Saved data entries
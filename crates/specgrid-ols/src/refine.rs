//! Iterative refinement of the coefficients (Björck 1967; corrected semi-normal equations,
//! Björck 1987, "Stability analysis of the method of seminormal equations", Linear Algebra
//! Appl. 88/89): b ← b + (X'X)⁻¹X'r with r = y − Xb accumulated in doubled precision
//! (Ogita, Rump & Oishi 2005, "Accurate sum and dot product", SIAM J. Sci. Comput. 26).
//!
//! Needed where a coefficient's contribution is tiny next to the outcome (polynomials in raw x,
//! NIST Wampler sets): plain QR is then accurate only relative to ‖b‖, not to each |b_j|.

use faer::{ColRef, MatRef};

use crate::api::{FitOptions, ModelError};
use crate::model_core::CoreFit;

/// Unit roundoff of f64.
const EPS: f64 = f64::EPSILON / 2.0;
/// Refine when the first-order bound says a coefficient may be off by more than this fraction
/// of its yardstick (b̃ = coefficients in scaled units, i.e. in units of y).
const TRIGGER: f64 = 1e-9;
/// Largest last correction (relative to the yardstick) accepted as converged: the remaining
/// error is about one more correction, so 1e-8 leaves a factor 10 against the 7-digit promise.
const ACCEPT: f64 = 1e-8;
/// Up to this many rows × coefficients, refinement is cheap (a few passes over at most 65,536
/// numbers), so it runs at the much lower [`SMALL_TRIGGER`].
const SMALL_WORK: usize = 1 << 16;
/// Trigger for small problems: a thousand times below [`TRIGGER`], which keeps the margin
/// refinement buys on the ill-conditioned NIST sets (Wampler3 at LRE ≥ 10) while a
/// well-conditioned small model, whose bound sits near 1e-14 of its yardstick, skips the passes
/// (they were most of the per-model cost of the many-small-models scenario, docs/performance.md).
const SMALL_TRIGGER: f64 = 1e-12;
/// Most refinement steps.
const MAX_STEPS: usize = 12;

/// Size against which a coefficient's digits are judged, in scaled units: the larger of |b̃_j|
/// and its classical standard error (a coefficient indistinguishable from zero needs digits
/// relative to its uncertainty, not to itself).
fn yardsticks(core: &CoreFit) -> Vec<f64> {
    let k = core.k();
    let sigma = core.sigma2().sqrt();
    (0..k)
        .map(|q| {
            let row: f64 = (q..k).map(|c| core.rinv[q + c * k].powi(2)).sum();
            (core.coef[q] * core.scales[q])
                .abs()
                .max(sigma * row.sqrt())
        })
        .collect()
}

/// Whether the model's coefficients need refinement: for some coefficient the first-order
/// rounding bound (normwise in the data, per coefficient; Higham, Accuracy and Stability of
/// Numerical Algorithms, 2nd ed., ch. 20, and Golub & Van Loan, Thm 5.3.1)
/// u·(‖e_j'R⁻¹‖·(√k‖b̃‖ + ‖y‖) + ‖e_j'R⁻¹R⁻ᵀ‖·√k‖r‖), in scaled units (‖X̃‖ ≤ √k for unit
/// columns), exceeds [`TRIGGER`] times its yardstick ([`SMALL_TRIGGER`] for small problems,
/// n·k ≤ [`SMALL_WORK`], where refinement is cheap and buys margin: NIST Wampler3 goes from
/// LRE 9.2 unrefined to 10).
pub(crate) fn needs_refinement(core: &CoreFit) -> bool {
    let k = core.k();
    let trigger = if core.n * k <= SMALL_WORK {
        SMALL_TRIGGER
    } else {
        TRIGGER
    };
    let root_k = (k as f64).sqrt();
    let b_norm = core
        .coef
        .iter()
        .zip(&core.scales)
        .map(|(b, s)| (b * s).powi(2))
        .sum::<f64>()
        .sqrt();
    let y_norm = core.tss.uncentred.sqrt();
    let r_norm = core.rss.sqrt();
    // R⁻¹ is upper triangular: entry (i, c) is stored for i ≤ c, and every index below has
    // c ≥ the row, so the entries are read directly (no test for the zero triangle).
    let rinv = &core.rinv;
    yardsticks(core).iter().enumerate().any(|(j, &yard)| {
        let row_inv = (j..k).map(|c| rinv[j + c * k].powi(2)).sum::<f64>().sqrt();
        // Row j of R⁻¹R⁻ᵀ: (R⁻¹R⁻ᵀ)[j, l] = Σ_{c ≥ max(j, l)} R⁻¹[j, c]·R⁻¹[l, c].
        let row_gram = (0..k)
            .map(|l| {
                (j.max(l)..k)
                    .map(|c| rinv[j + c * k] * rinv[l + c * k])
                    .sum::<f64>()
                    .powi(2)
            })
            .sum::<f64>()
            .sqrt();
        let bound = EPS * (row_inv * (root_k * b_norm + y_norm) + row_gram * root_k * r_norm);
        bound > trigger * yard
    })
}

/// Refines `core.coef` in place and replaces `core.rss` with the accurately accumulated sum.
/// Refuses the model when the corrections stop shrinking while still above [`ACCEPT`] of a
/// coefficient's yardstick (the corrected semi-normal equations contract by about κ²u per
/// step, so they stall when κ²u approaches 1).
pub(crate) fn refine(
    core: &mut CoreFit,
    x: MatRef<'_, f64>,
    y: ColRef<'_, f64>,
    opts: &FitOptions,
    resid: &mut Vec<f64>,
) -> Result<(), ModelError> {
    let (n, k) = (core.n, core.k());
    resid.resize(n, 0.0);
    let yard = yardsticks(core);
    let mut g = vec![0.0; k];
    let mut v = vec![0.0; k];
    let mut previous = f64::INFINITY;
    let mut worst = f64::INFINITY;
    for _ in 0..MAX_STEPS {
        compensated_residuals(core, x, y, resid);
        core.rss = resid.iter().map(|r| r * r).sum();
        for (q, gq) in g.iter_mut().enumerate() {
            let col = x.col(core.kept[q]);
            let dot: f64 = resid.iter().zip(col.iter()).map(|(r, xv)| r * xv).sum();
            *gq = dot / core.scales[q];
        }
        // δ̃ = R⁻¹R⁻ᵀ D⁻¹X'r in scaled units; δ = D⁻¹δ̃.
        for (c, vc) in v.iter_mut().enumerate() {
            *vc = (0..=c).map(|l| core.rinv[l + c * k] * g[l]).sum();
        }
        let mut step = 0.0;
        worst = 0.0f64;
        for (q, yq) in yard.iter().enumerate() {
            let d: f64 = (q..k).map(|c| core.rinv[q + c * k] * v[c]).sum();
            core.coef[q] += d / core.scales[q];
            step += d * d;
            worst = worst.max(d.abs() / yq);
        }
        let step = step.sqrt();
        if worst <= 4.0 * EPS || step > 0.5 * previous {
            break;
        }
        previous = step;
    }
    if worst <= ACCEPT {
        Ok(())
    } else {
        Err(ModelError::IllConditioned {
            condition: core.condition,
            limit: opts.condition_limit,
        })
    }
}

/// rᵢ = yᵢ − Σ_l x_il b_l with the products and sums carried in doubled precision
/// (TwoProduct by Veltkamp–Dekker splitting, TwoSum; Ogita, Rump & Oishi 2005, Algorithms 3.2,
/// 3.3 and Dot2). Splitting instead of a fused multiply-add keeps this loop inline on every
/// x86-64 CPU: without the `fma` target feature `f64::mul_add` is a library call, which made
/// refinement most of the cost of a fit (docs/performance.md). Each coefficient is split once.
fn compensated_residuals(core: &CoreFit, x: MatRef<'_, f64>, y: ColRef<'_, f64>, out: &mut [f64]) {
    let cols: Vec<ColRef<'_, f64>> = core.kept.iter().map(|&c| x.col(c)).collect();
    let neg_b: Vec<(f64, f64, f64)> = core
        .coef
        .iter()
        .map(|&b| {
            let (hi, lo) = split(-b);
            (-b, hi, lo)
        })
        .collect();
    for (i, o) in out.iter_mut().enumerate() {
        let (mut s, mut err) = (y[i], 0.0);
        for (col, &(nb, nb_hi, nb_lo)) in cols.iter().zip(&neg_b) {
            let (p, pe) = two_product(nb, nb_hi, nb_lo, col[i]);
            let t = s + p;
            let z = t - s;
            err += (s - (t - z)) + (p - z) + pe;
            s = t;
        }
        *o = s + err;
    }
}

/// Veltkamp's split of a into hi + lo, each with at most 26 significant bits, so their products
/// are exact (Ogita, Rump & Oishi 2005, Algorithm 3.2). Values too large to split safely fall
/// back to the fused multiply-add in [`two_product`].
#[inline(always)]
fn split(a: f64) -> (f64, f64) {
    const FACTOR: f64 = 134_217_729.0; // 2^27 + 1
    let c = FACTOR * a;
    let hi = c - (c - a);
    (hi, a - hi)
}

/// Above this magnitude the split's scaled value could overflow.
const SPLIT_LIMIT: f64 = 1e290;

/// a·x = p + e exactly (Dekker's TwoProduct; Ogita, Rump & Oishi 2005, Algorithm 3.3), with a
/// already split into (a_hi, a_lo).
#[inline(always)]
fn two_product(a: f64, a_hi: f64, a_lo: f64, x: f64) -> (f64, f64) {
    let p = a * x;
    if a.abs() > SPLIT_LIMIT || x.abs() > SPLIT_LIMIT {
        return (p, a.mul_add(x, -p));
    }
    let (x_hi, x_lo) = split(x);
    let e = a_lo * x_lo - (((p - a_hi * x_hi) - a_lo * x_hi) - a_hi * x_lo);
    (p, e)
}

#[cfg(test)]
mod tests {
    use super::{split, two_product};

    /// TwoProduct must be exact: p + e equals the fused multiply-add's exact product, checked
    /// on awkward operands (common practice: compare against FMA, which rounds a·x − p once).
    /// Like FMA-free TwoProduct in general, it is exact only when nothing underflows (Ogita, Rump
    /// & Oishi 2005, Theorem 3.4), so products near the subnormal range are left out; there the
    /// error term is below 1e-300 and cannot matter to a residual.
    #[test]
    fn two_product_is_exact() {
        let values = [
            1.0 / 3.0,
            -7.123456789012345e10,
            2.0f64.sqrt(),
            -1e-300,
            123456789.0,
            0.1,
            -3.5e150,
            f64::MIN_POSITIVE * 1e10,
        ];
        for &a in &values {
            let (hi, lo) = split(a);
            assert_eq!(hi + lo, a);
            for &x in &values {
                let (p, e) = two_product(a, hi, lo, x);
                assert_eq!(p, a * x);
                if p.abs() < 1e-270 {
                    continue;
                }
                assert_eq!(e, a.mul_add(x, -p), "a = {a:e}, x = {x:e}");
            }
        }
    }
}
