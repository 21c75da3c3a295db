//! Sample conditions, the shared and per-model row policies, drop accounting and cluster codes.

mod common;

use common::*;
use specgrid_data::{assemble, load, DataWarning, DropReason};
use specgrid_study::{Comparison, Condition, ErrorChoice, RowPolicy, Transform, Value};

// Row 3 has visits = 0 (log undefined), row 5 misses area_ha.
const CSV: &str = "yield_t,area_ha,visits,region,adviser\n\
3.1,1.5,2,north,a\n\
4.2,2.0,3,south,b\n\
2.7,0.8,0,north,a\n\
5.9,3.2,7,east,c\n\
4.4,,2,south,b\n\
3.8,1.1,4,east,c\n\
6.3,4.0,9,north,a\n\
2.2,0.6,5,south,d\n";

fn rows_of(plan: &specgrid_study::Plan) -> Vec<Vec<usize>> {
    let a = assemble(plan, &load(plan).unwrap()).unwrap();
    a.designs.iter().map(|d| d.rows.clone()).collect()
}

#[test]
fn numeric_comparisons() {
    let dir = tempfile::tempdir().unwrap();
    let path = write(dir.path(), "o.csv", CSV);
    let cases = [
        (Comparison::Below, 4.0, vec![0, 1, 2, 4]),
        (Comparison::AtMost, 4.0, vec![0, 1, 2, 4, 5]),
        (Comparison::Above, 4.0, vec![3, 6, 7]),
        (Comparison::AtLeast, 4.0, vec![3, 5, 6, 7]),
        (Comparison::Equal, 2.0, vec![0, 4]),
        (Comparison::NotEqual, 2.0, vec![1, 2, 3, 5, 6, 7]),
    ];
    for (comparison, v, want) in cases {
        // Intercept-only model, so two kept rows are enough.
        let mut plan = simple_plan(&path, "yield_t", Vec::new());
        plan.samples[0].conditions = vec![Condition::Compare {
            column: "visits".into(),
            comparison,
            value: Value::Number(v),
        }];
        assert_eq!(rows_of(&plan), vec![want], "{comparison:?} {v}");
    }
}

#[test]
fn text_conditions_and_sets() {
    let dir = tempfile::tempdir().unwrap();
    let path = write(dir.path(), "o.csv", CSV);
    let mut plan = simple_plan(&path, "yield_t", vec![num("visits", Transform::Level)]);
    plan.samples = vec![
        sample(
            "north",
            vec![Condition::Compare {
                column: "region".into(),
                comparison: Comparison::Equal,
                value: Value::Text("north".into()),
            }],
        ),
        sample(
            "not north",
            vec![Condition::Compare {
                column: "region".into(),
                comparison: Comparison::NotEqual,
                value: Value::Text("north".into()),
            }],
        ),
        sample(
            "east or south",
            vec![Condition::InSet {
                column: "region".into(),
                levels: vec!["east".into(), "south".into()],
            }],
        ),
        sample(
            "not a or b",
            vec![Condition::NotInSet {
                column: "adviser".into(),
                levels: vec!["a".into(), "b".into()],
            }],
        ),
    ];
    plan.models = (0..4).map(|s| model(0, s, vec![0])).collect();
    assert_eq!(
        rows_of(&plan),
        vec![
            vec![0, 2, 6],
            vec![1, 3, 4, 5, 7],
            vec![1, 3, 4, 5, 7],
            vec![3, 5, 7]
        ]
    );
}

#[test]
fn quantile_drops_use_all_present_rows() {
    // visits over all 8 rows sorted: 0 2 2 3 4 5 7 9. Type-7 (Hyndman & Fan 1996) quantile at
    // p = 0.75: h = 7·0.75 = 5.25 → 5 + 0.25·(7 − 5) = 5.5, so rows with visits > 5.5 go.
    // At p = 0.25: h = 1.75 → 2 + 0.75·(2 − 2) = 2, so rows with visits < 2 go.
    let dir = tempfile::tempdir().unwrap();
    let path = write(dir.path(), "o.csv", CSV);
    let mut plan = simple_plan(&path, "yield_t", vec![num("visits", Transform::Level)]);
    plan.samples[0].conditions = vec![Condition::DropAboveQuantile {
        column: "visits".into(),
        quantile: 0.75,
    }];
    assert_eq!(rows_of(&plan), vec![vec![0, 1, 2, 4, 5, 7]]);
    plan.samples[0].conditions = vec![Condition::DropBelowQuantile {
        column: "visits".into(),
        quantile: 0.25,
    }];
    assert_eq!(rows_of(&plan), vec![vec![0, 1, 3, 4, 5, 6, 7]]);
}

/// Two models: one with log(visits), one with area_ha. Shared rows drop row 2 (log of 0) and
/// row 4 (area missing) for both; per-model rows let each keep what it can use.
fn two_model_plan(path: &std::path::Path, policy: RowPolicy) -> specgrid_study::Plan {
    let mut plan = plan(
        path,
        vec![outcome("yield_t", Transform::Level)],
        vec![
            num("visits", Transform::Log),
            num("area_ha", Transform::Level),
        ],
        vec![sample("all", Vec::new())],
        vec![model(0, 0, vec![0]), model(0, 0, vec![1])],
    );
    plan.row_policy = policy;
    plan
}

#[test]
fn shared_rows_use_one_row_set() {
    let dir = tempfile::tempdir().unwrap();
    let path = write(dir.path(), "o.csv", CSV);
    let plan = two_model_plan(&path, RowPolicy::SharedRows);
    let a = assemble(&plan, &load(&plan).unwrap()).unwrap();
    assert_eq!(a.designs.len(), 1);
    let d = &a.designs[0];
    assert_eq!(d.rows, vec![0, 1, 3, 5, 6, 7]);
    assert_eq!(d.models, vec![0, 1]);
    assert_eq!(d.account.rows_read, 8);
    assert_eq!(d.account.rows_in_sample, 8);
    assert_eq!(d.account.rows_kept, 6);
    assert!(d.account.dropped.iter().any(|c| c.rows == 1
        && c.reason
            == DropReason::Missing {
                column: "area_ha".into()
            }));
    assert!(d.account.dropped.iter().any(|c| c.rows == 1
        && matches!(&c.reason, DropReason::Undefined { term, .. } if term == "log(visits)")));
    let text: Vec<String> = a.warnings.iter().map(|w| w.to_string()).collect();
    assert!(
        text.iter().any(|t| t.contains(
            "log(visits) is undefined for 1 row with visits ≤ 0; those rows are dropped; consider log1p or asinh"
        )),
        "{text:?}"
    );
    assert!(a.warnings.contains(&DataWarning::MissingValues {
        sample: "all".into(),
        column: "area_ha".into(),
        rows: 1
    }));
}

#[test]
fn per_model_rows_group_models_by_row_set() {
    let dir = tempfile::tempdir().unwrap();
    let path = write(dir.path(), "o.csv", CSV);
    let mut plan = two_model_plan(&path, RowPolicy::PerModel);
    // A third model with the same rows as the first shares its design.
    plan.models.push(model(0, 0, vec![0]));
    plan.models[2].id = "third".into();
    let a = assemble(&plan, &load(&plan).unwrap()).unwrap();
    assert_eq!(a.designs.len(), 2);
    let log_design = &a.designs[0];
    assert_eq!(log_design.models, vec![0, 2]);
    assert_eq!(log_design.rows, vec![0, 1, 3, 4, 5, 6, 7]);
    assert_eq!(
        log_design.design.x_names,
        vec!["(intercept)", "log(visits)"]
    );
    assert_eq!(log_design.term_columns, vec![Some(1..2), None]);
    let area_design = &a.designs[1];
    assert_eq!(area_design.models, vec![1]);
    assert_eq!(area_design.rows, vec![0, 1, 2, 3, 5, 6, 7]);
    assert!(area_design.model_spec(&plan.models[0]).is_err());
    assert_eq!(a.design_for_model(1).unwrap().rows.len(), 7);
}

#[test]
fn cluster_codes_follow_error_choices() {
    let dir = tempfile::tempdir().unwrap();
    let path = write(dir.path(), "o.csv", CSV);
    let mut plan = simple_plan(&path, "yield_t", vec![num("visits", Transform::Level)]);
    plan.errors = vec![
        ErrorChoice::Hc1,
        ErrorChoice::Cluster {
            column: "region".into(),
        },
        ErrorChoice::TwoWayCluster {
            first: "adviser".into(),
            second: "region".into(),
        },
    ];
    plan.samples[0].conditions = vec![Condition::NotInSet {
        column: "adviser".into(),
        levels: vec!["b".into()],
    }];
    let a = assemble(&plan, &load(&plan).unwrap()).unwrap();
    assert_eq!(a.cluster_columns, vec!["region", "adviser"]);
    let c = &a.designs[0].design.clusters;
    // Rows kept: 0 2 3 5 6 7 with regions north north east east north south → east=0 north=1 south=2.
    assert_eq!(c[0].name, "region");
    assert_eq!(c[0].codes, vec![1, 1, 0, 0, 1, 2]);
    assert_eq!(c[0].count, 3);
    // Advisers a a c c a d; b is not in the rows, so codes stay dense: a=0 c=1 d=2.
    assert_eq!(c[1].codes, vec![0, 0, 1, 1, 0, 2]);
    assert_eq!(c[1].count, 3);
    assert_eq!(
        a.covariance(&plan.errors[2]),
        Some(specgrid_ols::Covariance::TwoWayCluster {
            first: 1,
            second: 0
        })
    );
}

#[test]
fn per_model_merges_different_columns_with_equal_rows() {
    // log(area_ha) and area_ha are valid on the same rows (area is positive where present), so
    // their models share one design even though their columns differ.
    let dir = tempfile::tempdir().unwrap();
    let path = write(dir.path(), "o.csv", CSV);
    let mut plan = plan(
        &path,
        vec![outcome("yield_t", Transform::Level)],
        vec![
            num("area_ha", Transform::Log),
            num("area_ha", Transform::Level),
        ],
        vec![sample("all", Vec::new())],
        vec![model(0, 0, vec![0]), model(0, 0, vec![1])],
    );
    plan.row_policy = RowPolicy::PerModel;
    let a = assemble(&plan, &load(&plan).unwrap()).unwrap();
    assert_eq!(a.designs.len(), 1);
    assert_eq!(a.designs[0].models, vec![0, 1]);
    assert_eq!(
        a.designs[0].design.x_names,
        vec!["(intercept)", "log(area_ha)", "area_ha"]
    );
    assert_eq!(a.designs[0].rows, vec![0, 1, 2, 3, 5, 6, 7]);
}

Exercise objective – Filter the entries down to the lines that hold "MatRef". Copy those lines.

Response area –
use faer::{ColRef, MatRef};
    x: MatRef<'_, f64>,
fn compensated_residuals(core: &CoreFit, x: MatRef<'_, f64>, y: ColRef<'_, f64>, out: &mut [f64]) {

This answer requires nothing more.